Right! I just think there’s something to that—encountering feminist thought was the most empowering thing, and I took that with me wherever I went. And any young person can do the same, whatever their chosen field, whatever they end up doing with their lives.
Something that I think about all the time is how the world, men, and the patriarchy have designed art and music in such a way that we think we have to be alone to get better. That to excel, we have to be in isolation and work nonstop. It just ends up creating competition and a feeling of disconnection.
Yes! My number one priority always is being a good collaborator. I’m not a natural songwriter as an individual, but I think I have a lot to offer through collaboration. I enjoy shaping the songs, writing good beats, and supporting the song in becoming the best it can be. To me, drumming I like versus drumming I don’t like, is when it’s clear the drummer is only thinking about their own performance. They’re not listening to the other players when it’s improvised, or it’s just a wank-fest if it’s composed.
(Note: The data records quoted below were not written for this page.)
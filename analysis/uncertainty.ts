import { AnalysisError } from './analysis-error';
import { inRange, notNegative, positive } from './check-input';
import type { ShotUncertainty, ShotUncertaintyInput } from './types';
import type { Nm } from './units';

/** Standard uncertainty of a reading to the nearest mark: uniform over one graduation (GUM F.2.2.1, from memory). */
const WHOLE_WIDTH = Math.sqrt(12);

/** Standard uncertainty of ± a, anything between equally likely (NIST TN 1297 §4.6; SEEN in a worked a = 1.5 → 0.87). */
const HALF_WIDTH = Math.sqrt(3);

function readingUncertainty(input: ShotUncertaintyInput): Nm {
  const graduation = notNegative('graduation', input.graduation) / WHOLE_WIDTH;
  const repeatability = notNegative('repeatability', input.repeatability ?? 0);
  const { receiverBand, set } = input;
  if (receiverBand === undefined) {
    if (set === true) {
      throw new AnalysisError(
        'receiver-band-missing',
        'A shot set with a receiver is as sure as the band it holds within; none was given.',
        {},
      );
    }
    return Math.hypot(graduation, repeatability);
  }
  const receiver = notNegative('receiverBand', receiverBand) / HALF_WIDTH;
  return set === true ? Math.hypot(receiver, repeatability) : Math.hypot(graduation, receiver, repeatability);
}

/**
 * Standard uncertainties (1 σ, nanometres) of one shot, by part and combined.
 *
 * - `reading`: read by eye d/√12; read with a receiver d/√12 and band/√3; set by the receiver band/√3; repeatability added where known.
 * - `laser`: accuracy · distance ÷ at, a half-width, /√3. `backsight`: reading and laser parts at the benchmark's distance.
 * - `absolute`: against plan grade, the root of all squares. `relative`: between shots of one setup after the plane is taken off, the
 *   reading alone, because a tilted laser does not scatter shots: it belongs to the plane's drop.
 *
 * Source: GUM / NIST TN 1297 (root sum of squares, rectangular distributions).
 * @throws AnalysisError 'not-finite', 'negative', 'not-positive' (laserAccuracyAt), 'receiver-band-missing' (set without a band), 'out-of-range'
 * @example shotUncertainty({ graduation: 3_048_000, laserAccuracy: 1_587_500, laserAccuracyAt: 30_480_000_000, distance: 0, benchmarkDistance: 0 })
 *   // reading 879_882 nm, laser 0, absolute 1_244_341 nm
 */
export function shotUncertainty(input: ShotUncertaintyInput): ShotUncertainty {
  const reading = inRange('reading uncertainty', readingUncertainty(input));
  const perLength =
    notNegative('laserAccuracy', input.laserAccuracy) / positive('laserAccuracyAt', input.laserAccuracyAt) / HALF_WIDTH;
  const laser = inRange('laser uncertainty', perLength * notNegative('distance', input.distance));
  const laserAtBenchmark = perLength * notNegative('benchmarkDistance', input.benchmarkDistance);
  const backsight = inRange('backsight uncertainty', Math.hypot(reading, laserAtBenchmark));
  return {
    reading,
    laser,
    backsight,
    absolute: inRange('combined uncertainty', Math.hypot(reading, laser, backsight)),
    relative: reading,
  };
}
So, being a good collaborator is important to me. I think there’s something gendered about this that deserves discussion: collaboration versus auteurism, or the American obsession with individualism and exceptionalism.
Yeah, that’s totally patriarchy and capitalism incarnate. Go in a room by yourself, and get really good, and that’s what makes a “genius.”
But the person who knows how to take what you just spat out onto a page and shape it into something better—they’re not important. They don’t deserve credit. I think this filters into a bigger conversation about what labor we recognize as legitimate and worthy of celebration. How emotional labor and “women's work” is unseen labor, absolutely essential for a healthy, functional society but is supposed to take place without acknowledgment or compensation.
What is the role music plays with current events and politics?
I would loop it back to community and coming together—holding space for feeling. For Erica Eso, I think the political underpinning of our music has more to do with tapping into an emotional spaciousness and vulnerability than with any overt “message.” Any real political momentum, I think, has to start with empathy, extending beyond your own experience to connect with others. This is how we recognize patterns of systemic oppression, or attempt to break free from the tunnel vision of privilege, or find the will to organize at all, by recognizing that your pain is my pain, that we’re connected. I would like to think our music can cultivate that.
What’s coming up soon?
Erica Eso is focused on the next record release in 2019 coming out on NNA tapes. I also DJ. You can check it out every last Friday of the month at Troost (1011 Manhattan Ave., Brooklyn, New York) in Greenpoint.